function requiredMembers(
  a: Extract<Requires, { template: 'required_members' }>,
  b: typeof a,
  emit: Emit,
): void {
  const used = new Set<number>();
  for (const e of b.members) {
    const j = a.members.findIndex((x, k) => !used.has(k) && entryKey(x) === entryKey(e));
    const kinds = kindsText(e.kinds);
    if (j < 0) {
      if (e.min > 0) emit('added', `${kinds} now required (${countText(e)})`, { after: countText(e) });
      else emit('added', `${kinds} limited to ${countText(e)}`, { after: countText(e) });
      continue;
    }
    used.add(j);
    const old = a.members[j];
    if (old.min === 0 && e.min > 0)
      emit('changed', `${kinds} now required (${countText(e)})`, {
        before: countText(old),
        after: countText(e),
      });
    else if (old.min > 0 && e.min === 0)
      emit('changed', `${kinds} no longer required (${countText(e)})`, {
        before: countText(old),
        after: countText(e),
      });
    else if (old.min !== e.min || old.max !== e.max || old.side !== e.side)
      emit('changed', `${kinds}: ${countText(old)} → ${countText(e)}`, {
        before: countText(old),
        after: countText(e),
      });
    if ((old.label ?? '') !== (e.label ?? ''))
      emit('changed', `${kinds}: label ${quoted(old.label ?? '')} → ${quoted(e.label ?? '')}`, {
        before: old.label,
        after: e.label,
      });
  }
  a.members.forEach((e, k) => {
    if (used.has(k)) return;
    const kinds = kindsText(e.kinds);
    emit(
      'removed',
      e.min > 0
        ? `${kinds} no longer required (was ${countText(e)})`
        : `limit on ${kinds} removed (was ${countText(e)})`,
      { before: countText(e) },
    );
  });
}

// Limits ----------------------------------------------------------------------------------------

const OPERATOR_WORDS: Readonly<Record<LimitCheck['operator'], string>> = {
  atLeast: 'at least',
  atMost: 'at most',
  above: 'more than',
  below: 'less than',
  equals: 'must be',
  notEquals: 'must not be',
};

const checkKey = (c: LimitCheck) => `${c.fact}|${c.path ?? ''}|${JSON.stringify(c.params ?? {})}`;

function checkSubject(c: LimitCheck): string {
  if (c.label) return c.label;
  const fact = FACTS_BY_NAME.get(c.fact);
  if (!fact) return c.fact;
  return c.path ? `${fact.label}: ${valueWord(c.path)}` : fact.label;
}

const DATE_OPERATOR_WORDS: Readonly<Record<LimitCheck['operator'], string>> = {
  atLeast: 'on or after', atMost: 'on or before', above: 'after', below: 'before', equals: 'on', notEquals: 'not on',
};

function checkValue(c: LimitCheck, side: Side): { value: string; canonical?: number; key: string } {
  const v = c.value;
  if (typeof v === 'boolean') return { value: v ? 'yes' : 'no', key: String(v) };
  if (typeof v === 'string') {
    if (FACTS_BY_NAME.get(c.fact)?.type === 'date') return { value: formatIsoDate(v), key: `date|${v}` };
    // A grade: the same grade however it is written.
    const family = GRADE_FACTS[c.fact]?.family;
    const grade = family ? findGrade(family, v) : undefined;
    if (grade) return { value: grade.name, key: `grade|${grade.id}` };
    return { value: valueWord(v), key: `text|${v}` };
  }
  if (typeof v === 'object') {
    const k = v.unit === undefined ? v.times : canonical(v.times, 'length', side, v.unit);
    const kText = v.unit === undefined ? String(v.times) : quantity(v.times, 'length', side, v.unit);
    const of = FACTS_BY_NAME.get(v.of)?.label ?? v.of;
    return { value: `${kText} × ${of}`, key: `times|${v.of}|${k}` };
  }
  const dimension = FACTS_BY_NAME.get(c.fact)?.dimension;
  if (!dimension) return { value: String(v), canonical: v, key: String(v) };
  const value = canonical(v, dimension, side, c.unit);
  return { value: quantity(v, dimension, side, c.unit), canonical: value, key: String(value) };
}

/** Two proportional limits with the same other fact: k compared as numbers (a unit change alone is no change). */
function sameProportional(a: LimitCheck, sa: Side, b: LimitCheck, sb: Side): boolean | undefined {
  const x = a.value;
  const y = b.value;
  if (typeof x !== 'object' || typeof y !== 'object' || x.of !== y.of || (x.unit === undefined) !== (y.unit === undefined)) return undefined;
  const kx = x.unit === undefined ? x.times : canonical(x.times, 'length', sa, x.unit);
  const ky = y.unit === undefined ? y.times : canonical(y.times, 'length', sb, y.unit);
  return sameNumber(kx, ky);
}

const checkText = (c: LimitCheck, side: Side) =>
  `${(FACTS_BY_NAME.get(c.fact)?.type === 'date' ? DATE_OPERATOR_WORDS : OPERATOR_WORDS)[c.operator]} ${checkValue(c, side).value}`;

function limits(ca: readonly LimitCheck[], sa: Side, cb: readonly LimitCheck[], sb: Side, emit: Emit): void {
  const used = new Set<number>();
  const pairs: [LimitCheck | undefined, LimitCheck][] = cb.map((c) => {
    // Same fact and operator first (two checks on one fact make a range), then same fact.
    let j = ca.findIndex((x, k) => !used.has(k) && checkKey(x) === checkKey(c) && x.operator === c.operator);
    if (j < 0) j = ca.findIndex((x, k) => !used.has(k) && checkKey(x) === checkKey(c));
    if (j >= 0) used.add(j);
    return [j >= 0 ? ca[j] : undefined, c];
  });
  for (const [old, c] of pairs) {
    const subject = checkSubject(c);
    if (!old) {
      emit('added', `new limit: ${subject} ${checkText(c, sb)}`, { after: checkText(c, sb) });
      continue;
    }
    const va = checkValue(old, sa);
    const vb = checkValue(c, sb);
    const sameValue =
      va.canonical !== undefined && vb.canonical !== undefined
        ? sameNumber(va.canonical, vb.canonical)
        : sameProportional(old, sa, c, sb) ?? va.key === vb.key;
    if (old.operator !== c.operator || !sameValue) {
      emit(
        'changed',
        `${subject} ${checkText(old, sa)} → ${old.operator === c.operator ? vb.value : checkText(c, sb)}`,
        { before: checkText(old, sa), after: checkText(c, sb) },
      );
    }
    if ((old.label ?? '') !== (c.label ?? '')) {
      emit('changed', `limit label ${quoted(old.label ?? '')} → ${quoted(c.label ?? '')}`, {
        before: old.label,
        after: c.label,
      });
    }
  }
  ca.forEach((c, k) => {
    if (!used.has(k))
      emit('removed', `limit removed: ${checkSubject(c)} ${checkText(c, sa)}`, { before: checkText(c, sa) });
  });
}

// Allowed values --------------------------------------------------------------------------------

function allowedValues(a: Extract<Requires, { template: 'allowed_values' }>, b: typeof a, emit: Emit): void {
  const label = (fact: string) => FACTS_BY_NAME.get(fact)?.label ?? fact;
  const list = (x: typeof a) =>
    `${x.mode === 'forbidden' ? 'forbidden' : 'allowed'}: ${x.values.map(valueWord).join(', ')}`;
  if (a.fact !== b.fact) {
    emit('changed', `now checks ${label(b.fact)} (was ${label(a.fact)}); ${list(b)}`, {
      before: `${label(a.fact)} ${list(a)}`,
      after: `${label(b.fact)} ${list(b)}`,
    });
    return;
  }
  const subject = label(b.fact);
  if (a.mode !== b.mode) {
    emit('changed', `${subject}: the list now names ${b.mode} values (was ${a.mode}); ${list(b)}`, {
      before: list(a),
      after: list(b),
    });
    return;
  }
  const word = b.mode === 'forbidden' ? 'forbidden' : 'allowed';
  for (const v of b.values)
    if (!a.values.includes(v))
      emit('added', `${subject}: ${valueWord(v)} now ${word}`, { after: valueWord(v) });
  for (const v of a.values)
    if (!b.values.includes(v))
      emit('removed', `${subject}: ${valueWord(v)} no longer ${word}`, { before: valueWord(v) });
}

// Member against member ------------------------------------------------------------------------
◇ ◇ ◇
PROBLEM REQUIREMENTS:
Copy every line of the records, leaving nothing out.

EXERCISE RESPONSE:
function requiredMembers(
  a: Extract<Requires, { template: 'required_members' }>,
  b: typeof a,
  emit: Emit,
): void {
  const used = new Set<number>();
  for (const e of b.members) {
    const j = a.members.findIndex((x, k) => !used.has(k) && entryKey(x) === entryKey(e));
    const kinds = kindsText(e.kinds);
    if (j < 0) {
      if (e.min > 0) emit('added', `${kinds} now required (${countText(e)})`, { after: countText(e) });
      else emit('added', `${kinds} limited to ${countText(e)}`, { after: countText(e) });
      continue;
    }
    used.add(j);
    const old = a.members[j];
    if (old.min === 0 && e.min > 0)
      emit('changed', `${kinds} now required (${countText(e)})`, {
        before: countText(old),
        after: countText(e),
      });
    else if (old.min > 0 && e.min === 0)
      emit('changed', `${kinds} no longer required (${countText(e)})`, {
        before: countText(old),
        after: countText(e),
      });
    else if (old.min !== e.min || old.max !== e.max || old.side !== e.side)
      emit('changed', `${kinds}: ${countText(old)} → ${countText(e)}`, {
        before: countText(old),
        after: countText(e),
      });
    if ((old.label ?? '') !== (e.label ?? ''))
      emit('changed', `${kinds}: label ${quoted(old.label ?? '')} → ${quoted(e.label ?? '')}`, {
        before: old.label,
        after: e.label,
      });
  }
  a.members.forEach((e, k) => {
    if (used.has(k)) return;
    const kinds = kindsText(e.kinds);
    emit(
      'removed',
      e.min > 0
        ? `${kinds} no longer required (was ${countText(e)})`
        : `limit on ${kinds} removed (was ${countText(e)})`,
      { before: countText(e) },
    );
  });
}

// Limits ----------------------------------------------------------------------------------------

const OPERATOR_WORDS: Readonly<Record<LimitCheck['operator'], string>> = {
  atLeast: 'at least',
  atMost: 'at most',
  above: 'more than',
  below: 'less than',
  equals: 'must be',
  notEquals: 'must not be',
};

const checkKey = (c: LimitCheck) => `${c.fact}|${c.path ?? ''}|${JSON.stringify(c.params ?? {})}`;

function checkSubject(c: LimitCheck): string {
  if (c.label) return c.label;
  const fact = FACTS_BY_NAME.get(c.fact);
  if (!fact) return c.fact;
  return c.path ? `${fact.label}: ${valueWord(c.path)}` : fact.label;
}

const DATE_OPERATOR_WORDS: Readonly<Record<LimitCheck['operator'], string>> = {
  atLeast: 'on or after', atMost: 'on or before', above: 'after', below: 'before', equals: 'on', notEquals: 'not on',
};

function checkValue(c: LimitCheck, side: Side): { value: string; canonical?: number; key: string } {
  const v = c.value;
  if (typeof v === 'boolean') return { value: v ? 'yes' : 'no', key: String(v) };
  if (typeof v === 'string') {
    if (FACTS_BY_NAME.get(c.fact)?.type === 'date') return { value: formatIsoDate(v), key: `date|${v}` };
    // A grade: the same grade however it is written.
    const family = GRADE_FACTS[c.fact]?.family;
    const grade = family ? findGrade(family, v) : undefined;
    if (grade) return { value: grade.name, key: `grade|${grade.id}` };
    return { value: valueWord(v), key: `text|${v}` };
  }
  if (typeof v === 'object') {
    const k = v.unit === undefined ? v.times : canonical(v.times, 'length', side, v.unit);
    const kText = v.unit === undefined ? String(v.times) : quantity(v.times, 'length', side, v.unit);
    const of = FACTS_BY_NAME.get(v.of)?.label ?? v.of;
    return { value: `${kText} × ${of}`, key: `times|${v.of}|${k}` };
  }
  const dimension = FACTS_BY_NAME.get(c.fact)?.dimension;
  if (!dimension) return { value: String(v), canonical: v, key: String(v) };
  const value = canonical(v, dimension, side, c.unit);
  return { value: quantity(v, dimension, side, c.unit), canonical: value, key: String(value) };
}

/** Two proportional limits with the same other fact: k compared as numbers (a unit change alone is no change). */
function sameProportional(a: LimitCheck, sa: Side, b: LimitCheck, sb: Side): boolean | undefined {
  const x = a.value;
  const y = b.value;
  if (typeof x !== 'object' || typeof y !== 'object' || x.of !== y.of || (x.unit === undefined) !== (y.unit === undefined)) return undefined;
  const kx = x.unit === undefined ? x.times : canonical(x.times, 'length', sa, x.unit);
  const ky = y.unit === undefined ? y.times : canonical(y.times, 'length', sb, y.unit);
  return sameNumber(kx, ky);
}

const checkText = (c: LimitCheck, side: Side) =>
  `${(FACTS_BY_NAME.get(c.fact)?.type === 'date' ? DATE_OPERATOR_WORDS : OPERATOR_WORDS)[c.operator]} ${checkValue(c, side).value}`;

function limits(ca: readonly LimitCheck[], sa: Side, cb: readonly LimitCheck[], sb: Side, emit: Emit): void {
  const used = new Set<number>();
  const pairs: [LimitCheck | undefined, LimitCheck][] = cb.map((c) => {
    // Same fact and operator first (two checks on one fact make a range), then same fact.
    let j = ca.findIndex((x, k) => !used.has(k) && checkKey(x) === checkKey(c) && x.operator === c.operator);
    if (j < 0) j = ca.findIndex((x, k) => !used.has(k) && checkKey(x) === checkKey(c));
    if (j >= 0) used.add(j);
    return [j >= 0 ? ca[j] : undefined, c];
  });
  for (const [old, c] of pairs) {
    const subject = checkSubject(c);
    if (!old) {
      emit('added', `new limit: ${subject} ${checkText(c, sb)}`, { after: checkText(c, sb) });
      continue;
    }
    const va = checkValue(old, sa);
    const vb = checkValue(c, sb);
    const sameValue =
      va.canonical !== undefined && vb.canonical !== undefined
        ? sameNumber(va.canonical, vb.canonical)
        : sameProportional(old, sa, c, sb) ?? va.key === vb.key;
    if (old.operator !== c.operator || !sameValue) {
      emit(
        'changed',
        `${subject} ${checkText(old, sa)} → ${old.operator === c.operator ? vb.value : checkText(c, sb)}`,
        { before: checkText(old, sa), after: checkText(c, sb) },
      );
    }
    if ((old.label ?? '') !== (c.label ?? '')) {
      emit('changed', `limit label ${quoted(old.label ?? '')} → ${quoted(c.label ?? '')}`, {
        before: old.label,
        after: c.label,
      });
    }
  }
  ca.forEach((c, k) => {
    if (!used.has(k))
      emit('removed', `limit removed: ${checkSubject(c)} ${checkText(c, sa)}`, { before: checkText(c, sa) });
  });
}

// Allowed values --------------------------------------------------------------------------------

function allowedValues(a: Extract<Requires, { template: 'allowed_values' }>, b: typeof a, emit: Emit): void {
  const label = (fact: string) => FACTS_BY_NAME.get(fact)?.label ?? fact;
  const list = (x: typeof a) =>
    `${x.mode === 'forbidden' ? 'forbidden' : 'allowed'}: ${x.values.map(valueWord).join(', ')}`;
  if (a.fact !== b.fact) {
    emit('changed', `now checks ${label(b.fact)} (was ${label(a.fact)}); ${list(b)}`, {
      before: `${label(a.fact)} ${list(a)}`,
      after: `${label(b.fact)} ${list(b)}`,
    });
    return;
  }
  const subject = label(b.fact);
  if (a.mode !== b.mode) {
    emit('changed', `${subject}: the list now names ${b.mode} values (was ${a.mode}); ${list(b)}`, {
      before: list(a),
      after: list(b),
    });
    return;
  }
  const word = b.mode === 'forbidden' ? 'forbidden' : 'allowed';
  for (const v of b.values)
    if (!a.values.includes(v))
      emit('added', `${subject}: ${valueWord(v)} now ${word}`, { after: valueWord(v) });
  for (const v of a.values)
    if (!b.values.includes(v))
      emit('removed', `${subject}: ${valueWord(v)} no longer ${word}`, { before: valueWord(v) });
}

// Member against member ------------------------------------------------------------------------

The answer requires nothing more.